Он взял последнюю страницу, которая, к удивлению, выглядела как новая.

— Ответственный за проект «Марс II» — Гурский Эдуард Львович, доктор физических наук, кандидат медицинских, — прочитал Степан. — Во как!

— Ну-ка, давай попробуем! — потирая ладони сказал ученый, гордо расхаживая перед человеком в смирительной рубашке. Он сидел на стуле и не подавал никаких признаков активности, за исключением ровного дыхания.

— Корень из 16 777 216, — скороговоркой произнес ученый.

— Четыре тысячи девяносто шесть… — промямлил подопытный, проглатывая буквы. За ним сидели два человека в белых халатах и что-то записывали в тетрадки.

— Неплохо! — произнес ученый. — А что, если 18 435 229 поделить на 245 и умножить на 43?
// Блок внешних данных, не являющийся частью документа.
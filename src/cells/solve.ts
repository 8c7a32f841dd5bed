/**
 * A solve cell: the value of a parameter (or of a state's initial value) at which a target
 * expression equals a wanted value. It varies the parameter with the what-if evaluator
 * (engine/what-if.ts, `RunContext.whatIf`), so only what lies between the two runs again and
 * the study's own values are never touched; over [min, max] it finds every solution
 * (numerics/roots-in-range.ts: a grid, then Brent's method), and over `choices` it tries each.
 * The searches and the report are in solve-search.ts; this file holds the fields and the node.
 */
import type { SolveCell } from '../study/types.ts';
import type { CellError, GraphNode, Outcome, RunContext, Use } from '../engine/node.ts';
import type { NodeOutput } from '../engine/report.ts';
import { symbolsOf } from '../expression/ast.ts';
import { evaluateExpression } from '../expression/evaluate.ts';
import { isConstantName } from '../expression/constants.ts';
import { isUnitName } from '../engine/hidden-units.ts';
import { type Field, field, usesOf, lookupFrom, finiteQuantityOf, fail, guarded } from './fields.ts';
import { type Quantity, describe } from '../units/quantity.ts';
import { sameDim, describeDim } from '../units/dimension.ts';
import { lookupUnit } from '../units/units.ts';
import { searchChoices, searchRange, type SolveProblem, type TargetAt } from './solve-search.ts';

interface SolveFields {
  readonly min?: Field;
  readonly max?: Field;
  readonly roundTo?: Field;
  readonly guess?: Field;
  readonly choices?: ReadonlyArray<Field | undefined>;
  readonly value?: Field;
  readonly equals?: Field;
}

export function solveNodes(cell: SolveCell, at: string): Array<GraphNode<NodeOutput<'solve'>>> {
  const problems: CellError[] = [];
  const vary = (cell.vary && typeof cell.vary === 'object' ? cell.vary : {}) as Partial<SolveCell['vary']>;
  const target = (cell.target && typeof cell.target === 'object' ? cell.target : {}) as Partial<SolveCell['target']>;
  const emptyEquals = typeof target.equals === 'string' && target.equals.trim() === '';
  const opt = (v: unknown, path: string) => (v !== undefined ? field(v, path, problems) : undefined);
  const f: SolveFields = {
    min: opt(vary.min, `${at}.vary.min`),
    max: opt(vary.max, `${at}.vary.max`),
    roundTo: opt(vary.roundTo, `${at}.vary.roundTo`),
    guess: opt(vary.guess, `${at}.vary.guess`),
    choices: Array.isArray(vary.choices) ? vary.choices.map((c, i) => field(c, `${at}.vary.choices[${i}]`, problems)) : undefined,
    value: field(target.value, `${at}.target.value`, problems),
    equals: emptyEquals ? undefined : field(target.equals, `${at}.target.equals`, problems),
  };
  // an empty wanted value is said when the node runs, with an example in the target's own unit
  const parameter = typeof vary.parameter === 'string' ? vary.parameter : '';
  const as = typeof vary.as === 'string' ? vary.as : '';
  const uses: Use[] = [
    ...usesOf([f.min, f.max, f.roundTo, f.guess, ...(f.choices ?? []), f.equals]),
    // a state's name is its initial value here
    ...(parameter ? [{ name: parameter, path: `${at}.vary.parameter`, readsStates: true }] : []),
    // the target may have no value now (a level not reached at the present dose) and still
    // have one elsewhere in the range: the cell runs without it, and says where it has none
    ...usesOf([f.value]).map((u) => ({ ...u, optional: true })),
  ];
  return [{
    key: `${cell.id}/solve`,
    cell: cell.id,
    defines: as ? [{ name: as, path: `${at}.vary.as` }] : [],
    uses,
    allowsTime: false,
    readsUpstream: true,
    signature: JSON.stringify(cell),
    problems,
    run: (ctx) => {
      try {
        if (emptyEquals) return guarded(() => fail(`${at}.target.equals`, emptyEqualsWords(f.value, ctx), 'syntax'));
        return guarded(() => runSolve(at, parameter, as, f, ctx));
      } catch (err) {
        if (err instanceof Refused) return { ok: false, error: err.error, output: err.output };
        throw err;
      }
    },
  }];
}

const EMPTY_EQUALS = 'equals is empty: write the value the target must equal, in the target\'s unit';

/**
 * The words for an empty wanted value: an example in the target's own unit, its value now
 * (`such as "8.274 mg / L", the value of trough now`), else the plain words when the target has
 * no value now (a level not reached, a name waiting on another cell).
 */
export function emptyEqualsWords(value: Field | undefined, ctx: RunContext): string {
  if (!value || ctx.mode === 'check') return EMPTY_EQUALS;
  const e = evaluateExpression(value.expr, lookupFrom(ctx));
  if (!e.ok || typeof e.value === 'boolean' || !Number.isFinite(e.value.si)) return EMPTY_EQUALS;
  return `equals is empty: write the value ${value.text.trim()} must equal, in its unit, such as "${describe(e.value)}" (its value now)`;
}

/** A search that found no answer: its error, and what it found on the way (the target's range). */
class Refused extends Error {
  constructor(readonly error: CellError, readonly output: NodeOutput<'solve'>) {
    super(error.message);
  }
}

function runSolve(at: string, parameter: string, as: string, f: SolveFields, ctx: RunContext): Outcome<NodeOutput<'solve'>> {
  if (ctx.mode === 'check') return { ok: true, bindings: new Map(), output: { computed: false, message: 'checked; run the study to solve' } };
  const value = f.value!, equals = f.equals!;
  const lookup = lookupFrom(ctx);
  const varied = ctx.binding(parameter);
  if (varied?.kind !== 'value' && varied?.kind !== 'state') fail(`${at}.vary.parameter`, `"${parameter}" is not a value that can be varied: name a parameter, or a state (its initial value)`);
  if (varied.kind === 'value' && varied.truth !== undefined) fail(`${at}.vary.parameter`, `"${parameter}" is true/false; only a quantity can be varied`);
  const present = varied.q;
  const same = (q: Quantity, path: string, what: string): Quantity => {
    if (!sameDim(q.dim, present.dim)) fail(path, `${what} must be ${describeDim(present.dim)} like ${parameter} (${describe(present)}); it is ${describeDim(q.dim)} (${describe(q)})`, 'unit');
    return q;
  };
  const wantedValue = finiteQuantityOf(equals, lookup);
  // the wanted value is read once, at the present values: it must not move with the varied name
  const moving = [...new Set(symbolsOf(equals.expr))].find((n) => n === parameter || ctx.upstream(n).has(parameter));
  if (moving !== undefined) {
    fail(equals.path, `the wanted value reads "${moving}", which changes with ${parameter}: move it into the target (target ${value.text} - (${equals.text}), wanted value 0 in its unit)`);
  }

  // the study names the target reads; the what-if computes them again with the parameter replaced
  const names = [...new Set(symbolsOf(value.expr))].filter((n) => n !== 't'
    && (ctx.binding(n) !== undefined || ctx.upstream(n).size > 0 || !(isUnitName(n) || isConstantName(n))));
  if (!names.some((n) => n === parameter || ctx.upstream(n).has(parameter))) {
    fail(value.path, names.length
      ? `the target does not depend on ${parameter}: ${names.map((n) => `"${n}"`).join(', ')} ${names.length === 1 ? 'is' : 'are'} not computed from it, so changing ${parameter} cannot change the target`
      : `the target does not depend on ${parameter}: it reads no name of the study, so changing ${parameter} cannot change it`);
  }
  if (!ctx.whatIf) fail(at, 'this cell cannot vary values here (no what-if evaluation is available)', 'internal');
  const prepared = ctx.whatIf(names, [parameter]);
  if (!prepared.ok) fail(prepared.error.name === parameter ? `${at}.vary.parameter` : value.path, prepared.error.message);

  // the target's dimension is checked before any search when it has a value now
  const checkDim = (q: Quantity) => {
    if (!sameDim(q.dim, wantedValue.dim)) {
      fail(equals.path, `the target is ${describeDim(q.dim)} (${describe(q)}), so the value it must equal must be too; ${equals.text} is ${describeDim(wantedValue.dim)}`, 'unit');
    }
  };
  const now = evaluateExpression(value.expr, lookup);
  if (now.ok && typeof now.value !== 'boolean') checkDim(now.value);

  let evaluations = 0;
  let firstReason: string | undefined;
  const targetAt: TargetAt = (si) => {
    evaluations++;
    const r = prepared.evaluate([si]);
    const answers = new Map(r.answers.map((a) => [a.name, a]));
    const missing = r.answers.find((a) => !a.ok);
    if (missing && !missing.ok) {
      firstReason ??= missing.reason;
      return { ok: false, reason: missing.reason };
    }
    const e = evaluateExpression(value.expr, (n) => {
      const a = answers.get(n);
      if (a?.ok) return a.binding.kind === 'value' && a.binding.truth !== undefined ? a.binding.truth : a.q;
      return lookup(n);
    });
    if (!e.ok) fail(value.path, `target: ${e.error.message}`, e.error.units ? 'unit' : 'invalid');
    if (typeof e.value === 'boolean') fail(value.path, 'the target gives true/false; it must give a quantity to equal a value');
    checkDim(e.value);
    if (!Number.isFinite(e.value.si)) {
      const reason = `the target is not a finite number (${describe(e.value)})`;
      firstReason ??= reason;
      return { ok: false, reason };
    }
    return { ok: true, q: e.value };
  };

  const problem = (p: SolveProblem): never => {
    const path = p.field === 'equals' ? equals.path : p.field === 'value' ? value.path : `${at}.vary.${p.field}`;
    throw new Refused({ kind: p.kind ?? 'invalid', path, message: p.message }, p.output ?? {});
  };
  const common = { parameter, as, present, wanted: wantedValue, targetText: value.text, targetAt, problem, count: () => evaluations };
  if (f.choices) {
    const choices = f.choices.map((c) => same(finiteQuantityOf(c!, lookup), c!.path, 'a choice'));
    return searchChoices({ ...common, choices });
  }
  const min = same(finiteQuantityOf(f.min!, lookup), f.min!.path, 'min');
  const max = same(finiteQuantityOf(f.max!, lookup), f.max!.path, 'max');
  if (!(min.si < max.si)) fail(f.min!.path, `min (${describe(min)}) must be below max (${describe(max)})`);
  const roundTo = f.roundTo ? same(finiteQuantityOf(f.roundTo, lookup), f.roundTo.path, 'roundTo') : undefined;
  if (roundTo && !(stepOf(roundTo) > 0)) fail(f.roundTo!.path, `roundTo must be above zero; it is ${describe(roundTo)}`);
  const guess = f.guess ? same(finiteQuantityOf(f.guess, lookup), f.guess.path, 'guess') : undefined;
  return searchRange({ ...common, min, max, ...(roundTo ? { step: stepOf(roundTo) } : {}), ...(guess ? { guess } : {}), accuracy: prepared.accuracy, reason: () => firstReason });
}

/** The size of a rounding step in SI: a temperature written as a reading (`0.5 degC`) counts as a size of degree. */
export function stepOf(q: Quantity): number {
  if (q.temp !== 'point' || q.unit.length !== 1) return q.si;
  return q.si - (lookupUnit(q.unit[0][0])?.zero ?? 0);
}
Испытуемый закрыл глаза и сидел так секунд пятнадцать. Потом рот его открылся — но вместо слов хлынула кровь из носа. Он захрипел и повалился на бок, высунув язык изо рта.

Ученый, устало вздохнув и подойдя к человеку, приложил руку к его шее.

— Пульс отсутствует. — Он спрятал руку в карман халата. — Несовершенные создания.

— Эдуард Львович, смерть наступила в результате губительного влияния имплантантов? — спросил один из наблюдателей. Вопрос разозлил исследователя, и он, нахмурившись, ответил:

— Вовсе нет. Мозг этого субъекта не способен к модификации, как и всех этих чертовых homo sapiens, мать их!..

Когда Степан и Ярослав спустились в подвал помещения, то увидели ржавые клетки, которые никто не соизволил вынести. Клетки были открытыми, и в них, явно, складировали всякий мусор, вроде пустых пластиковых бутылок и оберток от продуктов питания. Иногда на глаза друзьям попадались большие стеклянные шприцы, разбитые, потрескавшиеся и давно уже непригодные для использования. В центре помещения, вероятно, находился операционный стол, от которого остались только крепления.

— Жуть какая. Пошли уже отсюда, — произнес Ярослав, запихивая найденные листы с медицинскими исследованиями в свой портфель.

Перед выходом из подвала красовалась белая табличка, на которой через трафарет было выведено: «Ответственный за противопожарную безопасность — Гурский Эдуард Львович».